Festzuhalten wäre noch, dass der Xserver immer sofort nach dem Nvidilogo beendet wird, wenn ich ihn aus der Konsole per startx starte, nur durch reboot komme ich wieder zu KDE.

Wenn ich ein mpeg Video versuche abzuspielen (mit vlc), stürzt der xserver auch ab.  :Evil or Very Mad: 

Nachtrag: Ist nicht immer reproduzierbar, jetzt sehe ich nur ein schwarzes Fenster, statt Bild.

Danke für eure Hilfe

Gruß

AROK

----------

## Louisdor

Hi!

Ich hab zwar nur die 7600GS, aber vielleicht hilft es ja ...

Anbei mal meine xorg.conf zum Vergleichen.

Hast Du noch irgendwas im kernel drin, mit AGP oder so? ...

Ciao,

aleX!

----------

## AROK

 *Quote:*   

> Hi!
> 
> Ich hab zwar nur die 7600GS, aber vielleicht hilft es ja ...
> 
> Anbei mal meine xorg.conf zum Vergleichen.
> ...

 

Hi,

danke! Werde ich morgen mal testen mit deiner config. 

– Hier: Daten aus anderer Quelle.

def _temperature(ctx: _Context) -> list[Finding]:
    ds, duty = ctx.ds, ctx.duty
    out = []
    if ds.temperature_min is not None:
        t_cold = ctx.app.cold_start_temperature  # the oil is coldest at a start
        extra = (((t_cold, "cold start", ctx.app.where("cold_start_temperature")),) if t_cold is not None
                 else ())
        out.append(_bound(ctx, "temperature.min", duty.temperature, ds.temperature_min, False, TEMPERATURE,
                          ds.where("temperature_min"), extra=extra))
    else:
        out.append(_not_checked(ctx, "temperature.min", "the datasheet states no minimum fluid temperature",
                                ds.where("temperature_min"), kind=TEMPERATURE))
    if ds.temperature_max is not None:
        out.append(_bound(ctx, "temperature.max", duty.temperature, ds.temperature_max, True, TEMPERATURE,
                          ds.where("temperature_max")))
    else:
        out.append(_not_checked(ctx, "temperature.max", "the datasheet states no maximum fluid temperature",
                                ds.where("temperature_max"), kind=TEMPERATURE))
    # A margin as a share of a temperature in kelvin says little: take it as a share of the pump's
    # temperature range where both ends are given (e.g. 55 °C against -20…80 °C: 25 K of 100 K = 25 %).
    if ds.temperature_min is not None and ds.temperature_max is not None:
        span = ds.temperature_max - ds.temperature_min
        out = [_replace(f, margin=((f.limit - f.measured) if f.rule == "temperature.max" else
                                   (f.measured - f.limit)) / span)
               if isinstance(f.measured, float) and isinstance(f.limit, float) and span > 0 else f
               for f in out]
    return out


_CODE = re.compile(r"^\s*(\d+|-|\*)\s*/\s*(\d+|-|\*)\s*(?:/\s*(\d+|-|\*)\s*)?$")


def parse_cleanliness(code: str, where: Where | None = None) -> tuple[int | None, int | None, int | None]:
    """ISO 4406 code as three scale numbers (≥4, ≥6, ≥14 µm(c)); ``None`` for a ``-`` or ``*``.

    A two-number code (``"16/13"``) gives the ≥6 and ≥14 µm(c) numbers (ISO 4406: the first number
    may be left out when counting with a microscope).

    >>> parse_cleanliness("18/16/13"), parse_cleanliness("-/15/12"), parse_cleanliness("16/13")
    ((18, 16, 13), (None, 15, 12), (None, 16, 13))
    """
    match = _CODE.match(str(code))
    if not match:
        raise InputError(f"{code!r} is not an ISO 4406 cleanliness code", where or Where(),
                         "write three scale numbers such as '18/16/13'")
    nums = [None if g in (None, "-", "*") else int(g) for g in match.groups()]
    if match.group(3) is None:
        nums = [None, nums[0], nums[1]]
    return nums[0], nums[1], nums[2]


def _cleanliness(ctx: _Context) -> list[Finding]:
    ds, app = ctx.ds, ctx.app
    where = ds.where("cleanliness")
    if ds.cleanliness is None:
        return [_not_checked(ctx, "cleanliness", "the datasheet states no cleanliness code (ISO 4406)", where,
                             app.where("cleanliness"))]
    need = parse_cleanliness(ds.cleanliness, where)
    if app.cleanliness is None:
        return [Finding("cleanliness", NOT_CHECKED, f"not checked: the pump needs {ds.cleanliness} (ISO 4406) "
                        "but the application states no cleanliness code", None, ds.cleanliness, None, None, "",
                        "system", 0, None, (), where, app.where("cleanliness"))]
    have = parse_cleanliness(app.cleanliness, app.where("cleanliness"))
    pairs = [(h, r) for h, r in zip(have, need, strict=True) if r is not None and h is not None]
    missing = any(r is not None and h is None for h, r in zip(have, need, strict=True))
    worse = [h > r for h, r in pairs]
    margin = min(((r - h) / max(r, 1) for h, r in pairs), default=None)
    if any(worse):
        sev, word = FAIL, "worse than"
    elif missing or not pairs:
        sev, word = WARN, "cannot be fully compared with"
    else:
        sev, word = PASS, "no worse than"
    return [Finding("cleanliness", sev, f"system {app.cleanliness} is {word} the required {ds.cleanliness} "
                    "(ISO 4406, number by number)", app.cleanliness, ds.cleanliness, margin, None, "",
                    "system", int(sum(worse)), None, (), where, app.where("cleanliness"))]


_ROTATION = {
    "cw": "cw", "clockwise": "cw", "right": "cw", "right-hand": "cw", "r": "cw",
    "ccw": "ccw", "counter-clockwise": "ccw", "counterclockwise": "ccw", "anticlockwise": "ccw",
    "anti-clockwise": "ccw", "left": "ccw", "left-hand": "ccw", "l": "ccw",
    "either": "either", "both": "either", "reversible": "either", "bidirectional": "either",
    "bi-directional": "either",
}


def _rotation_of(text: str, where: Where) -> str:
    key = str(text).strip().lower().replace("_", "-").replace(" ", "-")
    if key not in _ROTATION:
        raise InputError(f"{text!r} is not a direction of rotation", where,
                         "write 'clockwise', 'counter-clockwise' or 'either' (seen from the shaft end)")
    return _ROTATION[key]


def _rotation(ctx: _Context) -> list[Finding]:
    ds, app = ctx.ds, ctx.app
    if ds.rotation is None:
        return [_not_checked(ctx, "rotation", "the datasheet states no direction of rotation",
                             ds.where("rotation"), app.where("rotation"))]
    if app.rotation is None:
        return [_not_checked(ctx, "rotation", "the application states no direction of rotation",
                             ds.where("rotation"), app.where("rotation"))]
    pump = _rotation_of(ds.rotation, ds.where("rotation"))
    drive_dir = _rotation_of(app.rotation, app.where("rotation"))
    # a one-way pump on a drive that turns both ways does not match
    ok = pump == "either" or pump == drive_dir
    return [Finding("rotation", PASS if ok else FAIL,
                    f"pump {ds.rotation}, drive {app.rotation}: {'matches' if ok else 'does not match'}",
                    app.rotation, ds.rotation, None, None, "", "shaft", 0 if ok else 1, None, (),
                    ds.where("rotation"), app.where("rotation"))]


def _torque(ctx: _Context, est: performance.Estimate, nu: np.ndarray) -> list[Finding]:
    ds = ctx.ds
    if ds.torque_max is None:
        return [_not_checked(ctx, rule, "the datasheet states no shaft torque limit", ds.where("torque_max"),
                             kind=TORQUE) for rule in ("torque.max", "torque.relief")]
    if np.isnan(est.torque).all():
        return [_not_checked(ctx, rule, "the datasheet states no efficiency to compute the shaft torque from",
                             ds.where("total_efficiency"), kind=TORQUE) for rule in ("torque.max", "torque.relief")]
    f = _bound(ctx, "torque.max", est.torque, ds.torque_max, True, TORQUE, ds.where("torque_max"),
               check_nan=True)
    return [_unproven(f, est), _stall_torque(ctx, nu)]


def _unproven(f: Finding, est: performance.Estimate) -> Finding:
    if not est.total_known and f.severity == PASS:
        # only η_v stated: η_hm = 1 was assumed, so the torque is too low and a pass is not proven
        return _replace(f, severity=WARN, message=f.message + "; not proven: no total efficiency stated "
                        "(η_hm = 1 assumed)")
    return f


def _stall_torque(ctx: _Context, nu: np.ndarray) -> Finding:
    """Shaft torque when a stalled actuator puts the relief setting plus overshoot on the pump:
    T = V·Δp / (2π·η_hm), η_hm at that pressure, at the duty's extreme speeds and viscosities (the
    loss models rise with both, so the corners bound every running segment); common practice is to
    check shaft and coupling there."""
    ds, app, duty = ctx.ds, ctx.app, ctx.duty
    p_stall = app.relief_setting * (1 + app.overshoot)
    running = duty.speed > 0
    n = duty.speed[running] if running.any() else duty.speed
    v = nu[running] if running.any() else nu
    speeds = np.array([n.min(), n.max(), n.min(), n.max()])
    visc = np.array([v.min(), v.min(), v.max(), v.max()])
    rho = app.oil.density_15
    est = performance.estimate(ds, np.full(4, p_stall), speeds, visc, rho, rho)
    torque = est.torque
    if np.isnan(torque).all():
        return _not_checked(ctx, "torque.relief", "the datasheet states no efficiency to compute the shaft "
                            "torque from", ds.where("total_efficiency"), kind=TORQUE)
    i = int(np.nanargmax(torque))
    worst = float(torque[i])
    limit = float(ds.torque_max)
    ok = worst <= limit
    text = (f"{_fmt(ctx, TORQUE, worst)} at the relief setting {_fmt(ctx, PRESSURE, app.relief_setting)} + "
            f"{app.overshoot:.0%} overshoot = {_fmt(ctx, PRESSURE, p_stall)} (η_hm "
            f"{float(est.hydromechanical_efficiency[i]):.4g} at {_fmt(ctx, SPEED, float(speeds[i]))}, "
            f"{_fmt(ctx, VISCOSITY, float(visc[i]))}), {'within' if ok else 'above'} the shaft's limit "
            f"{_fmt(ctx, TORQUE, limit)}")
    f = Finding("torque.relief", PASS if ok else FAIL, text, worst, limit, _margin(worst, limit, True), TORQUE,
                ctx.unit(TORQUE), "stall at the relief setting", 0 if ok else 1, None, (),
                ds.where("torque_max"), app.where("relief_setting"))
    return _unproven(f, est)


def _basis(ctx: _Context, est: performance.Estimate) -> Finding:
    ds = ctx.ds
    notes = "; ".join(est.notes)
    if est.basis == "table":
        n_extra = int(np.count_nonzero(est.extrapolated))
        share = float(np.sum(ctx.duty.duration, where=est.extrapolated) / ctx.cycle) if ctx.cycle else 0.0
        where = ds.performance.where if ds.performance is not None else ds.where("performance")
        if n_extra:
            return Finding("performance.basis", WARN, f"{notes}; {n_extra} segment(s) outside the table's "
                           "range (extrapolated)", None, None, None, None, "", "", n_extra, share,
                           ctx.listed(est.extrapolated), where)
        return Finding("performance.basis", INFO, notes, where=where)
    field_name = "volumetric_efficiency" if ds.volumetric_efficiency is not None else "total_efficiency"
    return Finding("performance.basis", WARN, notes, None, None, None, None, "", "all segments",
                   0, None, (), ds.where(field_name))
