def viscosity_from_points(nu1: Number, t1: Number, nu2: Number, t2: Number, temperature: Number) -> Number:
    r"""Kinematic viscosity at a temperature from two known points (ASTM D341), points first.

    .. math:: \nu = 10^{10^{A - B \log_{10} T}} - 0.7

    with ν in mm²/s, T in K and A, B the Walther line through (T1, ν1) and (T2, ν2)
    (:func:`walther_coefficients`): :func:`viscosity_at` in the argument order of a cell.

    Parameters
    ----------
    nu1, t1 : float or array
        First known point: kinematic viscosity [m²/s] at temperature [K].
    nu2, t2 : float or array
        Second known point: kinematic viscosity [m²/s] at temperature [K].
    temperature : float or array
        Temperature at which the viscosity is wanted [K].

    Returns
    -------
    float or array
        Kinematic viscosity ν [m²/s].

    Examples
    --------
    >>> round(viscosity_from_points(46e-6, 313.15, 6.8e-6, 373.15, 333.15) * 1e6, 2)
    20.62

    References
    ----------
    ASTM D341.
    """
    return viscosity_at(temperature, nu1, t1, nu2, t2)


def temperature_for_viscosity(nu: Number, nu1: Number, t1: Number, nu2: Number, t2: Number) -> Number:
    r"""Temperature at which an oil has a given kinematic viscosity (ASTM D341 solved for T).

    .. math:: T = 10^{(A - \log_{10}\log_{10}(\nu + 0.7)) / B}

    with ν in mm²/s, T in K. Handy for a viscosity window: the temperature at which the oil reaches a
    pump's cold-start maximum or short-term minimum viscosity.

    Parameters
    ----------
    nu : float or array
        Kinematic viscosity wanted [m²/s], above 0.3 mm²/s.
    nu1, t1 : float or array
        First known point: kinematic viscosity [m²/s] at temperature [K].
    nu2, t2 : float or array
        Second known point: kinematic viscosity [m²/s] at temperature [K].

    Returns
    -------
    float or array
        Temperature T [K].

    Examples
    --------
    The VG 46 oil above reaches 1000 mm²/s at about -6.1 °C:

    >>> round(temperature_for_viscosity(1000e-6, 46e-6, 313.15, 6.8e-6, 373.15) - 273.15, 1)
    -6.1

    References
    ----------
    ASTM D341.
    """
    positive(nu, "nu")
    a, b = walther_coefficients(nu1, t1, nu2, t2)
    z = _walther_z(_mm2(nu), "nu")
    return plain(10.0 ** ((a - z) / b))
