"""One declaration per calculation, and the cell semantics every face shares.

A :class:`Calculation` names a cell function, its arguments (each with a kind of quantity, hence a
default unit), its result kind and the pure physics function that computes it. From that single
declaration sheetpump derives the spreadsheet functions (:mod:`sheetpump.cells`), the function list
(``sheetpump functions`` and the README), the headless recalculation and the catalogue-driven tests.

Calling a calculation the way a cell does (:meth:`Calculation.cell`) never raises: a bad argument gives
a short error text naming the argument, and a result that is not finite is an error text too.

>>> from sheetpump.catalogue import CATALOGUE
>>> power = CATALOGUE["SP_HYDRAULIC_POWER"]
>>> power.cell(200, 60)
20.0
>>> power.cell("3000 psi", "10 gpm", "hp")
17.50...
>>> print(power.cell("200 rpm", 60))
#SP! pressure: 'rpm' is a speed, not a pressure (write e.g. '250 bar')
"""

from __future__ import annotations

import inspect
import math
import sys
from collections.abc import Callable
from dataclasses import dataclass, field
from typing import Any

import numpy as np

from .errors import InputError, PhysicsError, Where
from .units import Kind, all_finite, check_unit, to_si, unit_factor, ureg

__all__ = ["ERROR_PREFIX", "Arg", "Calculation", "Catalogue", "Choice"]

_isfinite = math.isfinite
_QUANTITY = ureg.Quantity
_TEXTS_KEPT = 4096  # texts remembered per argument

#: Every error text a cell function returns starts with this, so a sheet can test for it.
ERROR_PREFIX = "#SP! "


@dataclass(frozen=True)
class Choice:
    """A text argument that takes one of a few words (any case), e.g. a motor standard.

    Used as an :class:`Arg`'s kind; the physics function gets the word as spelled in ``options``.
    """

    name: str
    options: tuple[str, ...]
    default: str = ""  # no unit: faces that show ``kind.default`` show nothing

    @property
    def example(self) -> str:
        return self.options[0]

    def pick(self, value: Any, arg: str) -> str:
        words = " or ".join(repr(o) for o in self.options)
        if value is None or (isinstance(value, str) and not value.strip()):
            raise InputError("missing (empty cell)", Where(field=arg), f"write {words}")
        if isinstance(value, str):
            for option in self.options:
                if value.strip().upper() == option.upper():
                    return option
        raise InputError(f"{value!r} is not a {self.name}", Where(field=arg), f"write {words}")


@dataclass(frozen=True)
class Arg:
    """One argument of a calculation.

    ``default`` is in the kind's *default unit* (as a user would type it); ``None`` means required.
    ``scalar`` marks an argument that takes one value (the physics takes a float, e.g. a displacement
    to fit with): a one-cell range gives its value, a larger range a ``#SP!`` text naming the argument.
    A :class:`Choice` always takes one value.
    """

    name: str
    kind: Kind | Choice
    help: str
    default: float | None = None
    scalar: bool = False

    @property
    def one_value(self) -> bool:
        """True when the argument takes a single value, never a range."""
        return self.scalar or isinstance(self.kind, Choice)

    @property
    def default_si(self) -> float | None:
        if self.default is None:
            return None
        factor, offset = unit_factor(self.kind.default, self.kind)
        return self.default * factor + offset
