def run(
    problem,
    settings: SearchSettings,
    out_dir: Path,
    progress: Progress | None = None,
    echo=print,
    evolver=None,
    resume: dict | None = None,
    after: bool = True,
    started: float | None = None,
) -> RunOutcome:
    """Run the search and write the run folder.

    ``evolver`` (``leverage.search.islands``) says where islands evolve (default: worker
    processes on this machine when there are several islands); ``resume`` is a loaded
    checkpoint (``checkpoint.load``) to continue from; ``after`` makes the pictures and
    the verification of a complete run; ``started`` (``time.monotonic()``, default now)
    starts the whole run's clock (record ``run.whole_run_s``; the command passes its own
    start, so its imports count).
    """
    started = time.monotonic() if started is None else started
    out_dir = Path(out_dir)
    try:
        out_dir.mkdir(parents=True, exist_ok=True)
        # The text that was validated and hashed, not a re-read of a file that may change.
        write_atomic(out_dir / "problem.toml", problem.text)
    except OSError as exc:
        raise WriteFault(exc.filename or out_dir, exc, "nothing was run") from None
    progress = progress or Progress(settings.evolutions)
    evolver = evolver or local_evolver(settings.islands)
    status = "complete"
    search = None
    fault = None  # an OSError (disk full, folder gone read-only) that stopped the search
    run_info = {}
    logged = None  # evolutions whose log rows are written (and checkpoint, when due)
    saver = None
    with StopSignals() as stop:
        try:
            try:
                compiled = problem.compile()
                compile_s = compile_notice.warm_up(
                    LeveragingUDP.from_compiled(compiled, problem.name),
                    (compiled.lower + compiled.upper) / 2.0,
                    batch=compiled.n_obj > 1,
                    stream=progress.stream,
                    enabled=progress.enabled,
                    algorithm_warm_up=algorithm_warm_up(settings.algorithm),
                )
                if compile_s:
                    run_info["compile_s"] = round(compile_s, 1)
                compiled, udp, search = prepare(problem, settings, evolver, compiled)
                run_info["start_s"] = round(time.monotonic() - started, 3)
                progress.shown = objective.shown_objectives(compiled.params)[0]
                run_info["islands_evolved"] = islands_evolved(search)
                if resume is not None:
                    checkpoint.restore(search, resume)
                    run_info["resumed_from_evolution"] = search.state.evolution
                    progress.note(
                        f"resuming at evolution {search.state.evolution}/"
                        f"{settings.evolutions} from {out_dir / checkpoint.FILE_NAME}"
                    )
                log = ConvergenceLog(
                    out_dir / "convergence.csv",
                    getattr(search, "log_columns", LOG_COLUMNS),
                    search.state.history,
                )
                saver = checkpoint.Checkpointer(out_dir, problem, settings)
                try:
                    logged = search.state.evolution
                    while not search.done:
                        rows = search.step()
                        # An evolution counts once its log rows (and checkpoint, when
                        # one is due) are written.
                        with stop.deferred():
                            log.write(rows)
                            saver.save(search, final=search.done)
                            logged = search.state.evolution
                        progress.update(
                            search.state.evolution,
                            search.champion()[1][0],
                            search.state.evaluations,
                            time.monotonic() - search.start_time,
                            # a front has no "best": its size and hypervolume instead
                            search.headline() if hasattr(search, "headline") else None,
                        )
                finally:
                    log.close()
            except (KeyboardInterrupt, WorkerLost, OSError) as exc:
                stop.hold()
                status = "interrupted"
                evolver.abort()
                fault = exc if isinstance(exc, OSError) else None
                why = (
                    f"worker lost: {exc}"
                    if isinstance(exc, WorkerLost)
                    else (
                        f"cannot write {exc.filename or out_dir}: {exc.strerror or exc}"
                        if fault
                        else f"{stop.received or 'SIGINT'} received"
                    )
                )
                if search is None and fault is not None:
                    raise WriteFault(exc.filename or out_dir, exc, "nothing was run") from None
                if search is None:
                    progress.note(
                        f"interrupted ({why}) before the search started; nothing to write"
                    )
                    return RunOutcome(out_dir, "not started", None)
                if logged is not None and search.state.evolution != logged:
                    # cut inside an evolution: the record counts what the log and the
                    # checkpoint hold (the champion may still come from the cut one)
                    run_info["evolutions"] = logged
                if saver is not None and fault is None:
                    _checkpoint_last(saver)
                progress.note(
                    f"interrupted ({why}) at evolution {search.state.evolution}: "
                    "writing the best design found so far"
                )
        finally:
            stop.hold()  # shutting the workers down is not to be cut short
            evolver.close()
        if status == "complete" and stop.received:
            status = "interrupted"  # asked to stop while the workers shut down: no polish
        stop.arm()
        try:
            record = finish(
                problem, settings, compiled, udp, search, status, out_dir / "front.csv", run_info
            )
        except KeyboardInterrupt:  # during the polish: keep the unpolished champion
            stop.hold()
            status = "interrupted"
            progress.note("interrupted during the polish: writing the unpolished best design")
            record = finish(
                problem, settings, compiled, udp, search, status, out_dir / "front.csv", run_info
            )
        stop.hold()
        text = write_record(out_dir, record, fault)  # WriteFault after a fault
    if status == "complete" and after:  # pictures and verification; a failure is one line
        report = afterrun.pictures_and_verification(out_dir, record, echo)
        if report is not None:  # the verdict goes into the record and its summary
            record = verify.attach(record, report)
    if record.get("run") is not None and fault is None:
        # Start-up, search, polish, pictures and verification: the time the analyst waited.
        record["run"]["whole_run_s"] = round(time.monotonic() - started, 1)
        text = write_record(out_dir, record)
    echo(text)
    echo(f"results in {out_dir}")
    return RunOutcome(out_dir, status, record)
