/* lt_binarize_sampled on text-like pages with wide blank margins and gaps, at every pixel, against
 * its definition computed here independently: Sauvola's T (naive_threshold_at) at the centre of
 * every 3 x 3 tile, interpolated bilinearly in between, held beyond the outermost centres, ink
 * where gray <= T; a pixel within rounding of T (the thresholds are kept to 1/65536 of a level)
 * is left out. Widths of every remainder modulo 3 and around multiples of 16. */
static void test_sampled_interpolation(void)
{
    const int sizes[][2] = {{201, 100}, {256, 62}, {257, 48}};
    const int windows[] = {27, 51};
    for (size_t sz = 0; sz < sizeof sizes / sizeof sizes[0]; sz++) {
        const int w = sizes[sz][0], h = sizes[sz][1], gw = (w + 2) / 3, gh = (h + 2) / 3;
        tu_rng rng = {3000 + (uint64_t)sz};
        lt_image *g = tu_image(w, h, LT_IMAGE_GRAY, 236);
        for (int y = 10; y + 12 < h; y += 22) /* lines of letters, margins of 30 px */
            for (int x = 30; x + 36 < w; x += tu_range(&rng, 6, 14))
                tu_fill(g, x, y, x + tu_range(&rng, 2, 5), y + tu_range(&rng, 6, 12),
                        tu_range(&rng, 0, 3) ? tu_range(&rng, 120, 180) : tu_range(&rng, 10, 100));
        tu_fill(g, w - 40, 0, w - 20, h / 3, 0); /* a black bar: thresholds that vary fast */
        for (int i = 0; i < w * h / 8; i++) {
            const int at = tu_range(&rng, 0, w * h - 1), v = g->pixels[at] + tu_range(&rng, -9, 9);
            g->pixels[at] = (uint8_t)(v < 0 ? 0 : v > 255 ? 255 : v);
        }
        double *centre = malloc((size_t)gw * gh * sizeof *centre);
        if (!centre) tu_die("out of memory");
        for (size_t wi = 0; wi < sizeof windows / sizeof windows[0]; wi++) {
            for (int ty = 0; ty < gh; ty++)
                for (int tx = 0; tx < gw; tx++)
                    centre[ty * gw + tx] =
                        naive_threshold_at(g, 3 * tx + 1, 3 * ty + 1, windows[wi] / 2, 0.34, 128);
            lt_error err = {0};
            lt_image *ink = NULL;
            if (lt_binarize_sampled(g, windows[wi], 0.34, 128, &ink, &err)) {
                tu_fail("sampled interpolation: lt_binarize_sampled failed: %s", err.message);
                continue;
            }
            long wrong = 0, inked = 0, near = 0, first = -1;
            for (int y = 0; y < h; y++)
                for (int x = 0; x < w; x++) {
                    int tx, ty;
                    double fx, fy;
                    between_centres(x, gw, &tx, &fx);
                    between_centres(y, gh, &ty, &fy);
                    const int tx1 = fx > 0 ? tx + 1 : tx, ty1 = fy > 0 ? ty + 1 : ty;
                    const double t =
                        (1 - fy) * ((1 - fx) * centre[ty * gw + tx] + fx * centre[ty * gw + tx1]) +
                        fy * ((1 - fx) * centre[ty1 * gw + tx] + fx * centre[ty1 * gw + tx1]);
                    const int gray = g->pixels[(size_t)y * w + x];
                    if (fabs(gray - t) < 2.0 / 65536) continue;
                    inked += gray <= t;
                    near += fabs(gray - t) < 4;
                    if (ink->pixels[(size_t)y * w + x] != (gray <= t)) {
                        if (first < 0) first = (long)y * w + x;
                        wrong++;
                    }
                }
            CHECK(wrong == 0,
                  "sampled interpolation %dx%d, window %d: %ld pixels differ from the "
                  "interpolated thresholds (first at x %ld y %ld)",
                  w, h, windows[wi], wrong, first % w, first / w);
            CHECK(inked > w * h / 50 && inked < w * h / 2,
                  "sampled interpolation %dx%d: %ld ink pixels, want a page of text", w, h, inked);
            CHECK(near > w * h / 200,
                  "sampled interpolation %dx%d: %ld pixels within 4 levels of the threshold, "
                  "want at least 0.5%%",
                  w, h, near);
            lt_image_free(ink);
        }
        free(centre);
        lt_image_free(g);
    }
}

habe drin via-agp (wegen via-chipsatz) und agpgart. 

Gruß

AROK

----------

## Louisdor

[quote="AROK"] *Quote:*   

> habe drin via-agp (wegen via-chipsatz) und agpgart.

 Nimm mal den agpgart raus ...

Ciao,

aleX!

----------

## AROK

Hallo,

Danke Louisdor, habe meine xorg.conf neu erstellt und jetzt läuft es. 

Endlich läuft auch Googleearth länger als 10 Minuten   :Cool:   Hat sich der Kauf der Nvidia-Karte schon gelohnt! 

[Offtopic]

Wobei ich gestern gelesen habe, dass AMD nun für die ATI-Karten auch mal gescheite Linux Treiber veröffentlichen will. 

Henri Richard von AMD hat gesagt er sehe AMD als Partner der Open-Source-Community in der Pflicht das zu tun.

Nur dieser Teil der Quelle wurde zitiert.